TRANSFORMS = le['t'].classes_
METRICS    = le['m']
ALGORITHMS = le['a'].classes_
# note METR_dict is imported from demo config.



df_h = load("./demo_outputs/Hashes.df.bz2")

# Get the count of each transform. Should be 250k each.
df_h.groupby(['transformation']).count()

In [None]:
# # Convert binary to boolean for distance computation
# for a in le["a"].classes_:
#     df_h[a] = df_h[a].apply(bin2bool)

## Remove "bad" hashes that sum to 1 as this causes issues (Wavehash, largely)

In [None]:
# # nasty hack to find hashes with all bits set to False
# mask = df_h['wave'].apply(lambda x: sum(x)) == 0
# bad_filenames = df_h[mask]['filename'].unique()
# print(f"Found {len(bad_filenames)} bad filenames. Removing from main hashes")

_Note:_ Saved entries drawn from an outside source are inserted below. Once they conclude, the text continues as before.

/// The network plan.
#[derive(Debug, Clone, PartialEq, Serialize)]
pub struct Plan {
    pub start: UtcTime,
    pub end: UtcTime,
    /// Kept contacts, by AOS.
    pub contacts: Vec<PlannedContact>,
    pub demand: Vec<DemandMet>,
    pub conflicts: Vec<ResolvedConflict>,
    /// The objective (module docs) of the kept contacts.
    pub score: f64,
    /// The objective if every demand were met.
    pub max_score: f64,
    /// The objective with all conflicts ignored: no plan can score more.
    pub upper_bound: f64,
    pub method: Method,
    /// Candidates considered (after clipping and the minimum length).
    pub candidates: usize,
    pub warnings: Vec<String>,
}

impl Plan {
    /// Score over the best possible score, 0–1.
    pub fn demand_met_fraction(&self) -> f64 {
        if self.max_score > 0.0 {
            self.score / self.max_score
        } else {
            1.0
        }
    }
}

/// Makes the plan: pins kept, exclusions respected, the objective maximised
/// (exactly up to [`EXACT_LIMIT`] free candidates). Fails only when pins
/// conflict with each other.
pub fn solve(p: &Problem, progress: &dyn Progress) -> Result<Plan, PlanError> {
    let groups = Groups::new(p);
    let adj = adjacency(p);
    let n = p.candidates.len();
    let mut excluded = vec![false; n];
    for &e in &p.excluded {
        if e < n {
            excluded[e] = true;
        }
    }
    let mut state = State::new(p, &groups, &adj);
    let mut pinned = vec![false; n];
    for (i, &c) in p.pinned.iter().enumerate() {
        if c >= n {
            return Err(plan_err(format!("pins[{i}]"), "refers to no candidate"));
        }
        if state.blocked[c] > 0 {
            let other = p.pinned[..i]
                .iter()
                .copied()
                .find(|&o| adj[c].contains(&o))
                .unwrap_or(c);
            return Err(plan_err(
                format!("pins[{i}]"),
                format!(
                    "conflicts with another pin ({}); both cannot be kept",
                    label(p, other)
                ),
            ));
        }
        if !state.chosen[c] {
            state.add(c);
            pinned[c] = true;
        }
    }
    // Free candidates: not excluded, not pinned, compatible with every pin.
    let free: Vec<usize> = (0..n)
        .filter(|&c| !excluded[c] && !pinned[c] && state.blocked[c] == 0)
        .collect();
    let method = if free.len() <= EXACT_LIMIT {
        exact(&mut state, &free);
        Method::Exact
    } else {
        heuristic(&mut state, &free, &pinned, progress);
        Method::Heuristic
    };
    progress.report(1.0);
    let upper_bound = {
        let mut all: Vec<usize> = free.clone();
        all.extend((0..n).filter(|&c| pinned[c]));
        p.score(&all)
    };
    Ok(describe(
        p,
        &groups,
        &adj,
        &state,
        &pinned,
        &excluded,
        method,
        upper_bound,
    ))
}

fn label(p: &Problem, c: usize) -> String {
    let cand = &p.candidates[c];
    let a = &p.network.antennas[cand.antenna];
    format!(
        "{} on {}/{} at {}",
        p.network.satellites[cand.satellite].name,
        a.station,
        a.antenna,
        cand.aos.to_iso_s()
    )
}

/// Depth-first branch-and-bound over `free` (in time order): include first
/// (when compatible and worth something), then exclude; prune when the bound
/// cannot beat the best found.
fn exact(state: &mut State, free: &[usize]) {
    let mut best_score = state.score;
    let mut best: Vec<usize> = state.selection();
    fn bound(state: &State, rest: &[usize]) -> f64 {
        // Optimistic: every remaining compatible candidate added to its group.
        let mut extra_k: HashMap<usize, (u32, f64)> = HashMap::new();
        for &c in rest {
            if state.blocked[c] == 0 {
                let e = extra_k.entry(state.groups.of[c]).or_insert((0, 0.0));
                e.0 += 1;
                e.1 += state.p.candidates[c].volume_mb;
            }
        }
        state.score
            + extra_k
                .iter()
                .map(|(&g, &(k, v))| {
                    state.groups.value(g, state.k[g] + k, state.vol[g] + v)
                        - state.groups.value(g, state.k[g], state.vol[g])
                })
                .sum::<f64>()
    }
    fn go(state: &mut State, rest: &[usize], best_score: &mut f64, best: &mut Vec<usize>) {
        if state.score > *best_score + SCORE_EPS {
            *best_score = state.score;
            *best = state.selection();
        }
        let Some((&c, tail)) = rest.split_first() else {
            return;
        };
        if bound(state, rest) <= *best_score + SCORE_EPS {
            return;
        }
        if state.blocked[c] == 0 && state.gain(c) > SCORE_EPS {
            state.add(c);
            go(state, tail, best_score, best);
            state.remove(c);
        }
        go(state, tail, best_score, best);
    }
    go(state, free, &mut best_score, &mut best);
    let current = state.selection();
    for c in current {
        state.remove(c);
    }
    for c in best {
        state.add(c);
    }
}

/// Greedy in two orders, the better kept, then local search.
fn heuristic(state: &mut State, free: &[usize], pinned: &[bool], progress: &dyn Progress) {
    let base = state.selection();
    let reset = |state: &mut State| {
        for c in state.selection() {
            state.remove(c);
        }
        for &c in &base {
            state.add(c);
        }
    };
    greedy(state, free, false);
    let by_gain = (state.score, state.selection());
    reset(state);
    greedy(state, free, true);
    if by_gain.0 > state.score + SCORE_EPS {
        reset(state);
        for c in by_gain.1 {
            if !state.chosen[c] {
                state.add(c);
            }
        }
    }
    progress.report(0.3);
    local_search(state, free, pinned, progress);
}

/// Lazy greedy: gains only shrink as contacts are added (each value is
/// concave in its group's service), so a stale gain is an upper bound and a
/// candidate whose refreshed gain still tops the heap is the true best.
fn greedy(state: &mut State, free: &[usize], per_second: bool) {
    let key = |state: &State, c: usize| -> f64 {
        let g = state.gain(c);
        if per_second {
            let cand = &state.p.candidates[c];
            g / (cand.duration_s() + state.p.network.antennas[cand.antenna].turnaround_s).max(1.0)
        } else {
            g
        }
    };
    let mut heap: std::collections::BinaryHeap<(OrdF64, std::cmp::Reverse<usize>)> = free
        .iter()
        .filter(|&&c| state.blocked[c] == 0 && !state.chosen[c])
        .map(|&c| (OrdF64(key(state, c)), std::cmp::Reverse(c)))
        .collect();
    while let Some((OrdF64(k), std::cmp::Reverse(c))) = heap.pop() {
        if state.chosen[c] || state.blocked[c] > 0 || k <= SCORE_EPS {
            continue;
        }
        let fresh = key(state, c);
        if fresh + SCORE_EPS < k {
            if fresh > SCORE_EPS {
                heap.push((OrdF64(fresh), std::cmp::Reverse(c)));
            }
            continue;
        }
        if state.gain(c) > SCORE_EPS {
            state.add(c);
        }
    }
}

# Find hashes that sum to 0 since they can cause issues with distance metrics
for a in df_h.columns[2:]:
    mask = df_h[a].apply(lambda x: sum(x)) == 0
    bad_filenames = df_h[mask]["filename"].unique()

    print(f"{len(bad_filenames)} bad hashes found for {a}")

    if len(bad_filenames) > 0:
        df_h = df_h[~df_h["filename"].isin(bad_filenames)]

## Subset if desired

In [None]:
# subset_size = 250_000

# unique_files = sorted(df_h['filename'].unique())
# sampled_files = np.random.choice(unique_files, subset_size, replace=False)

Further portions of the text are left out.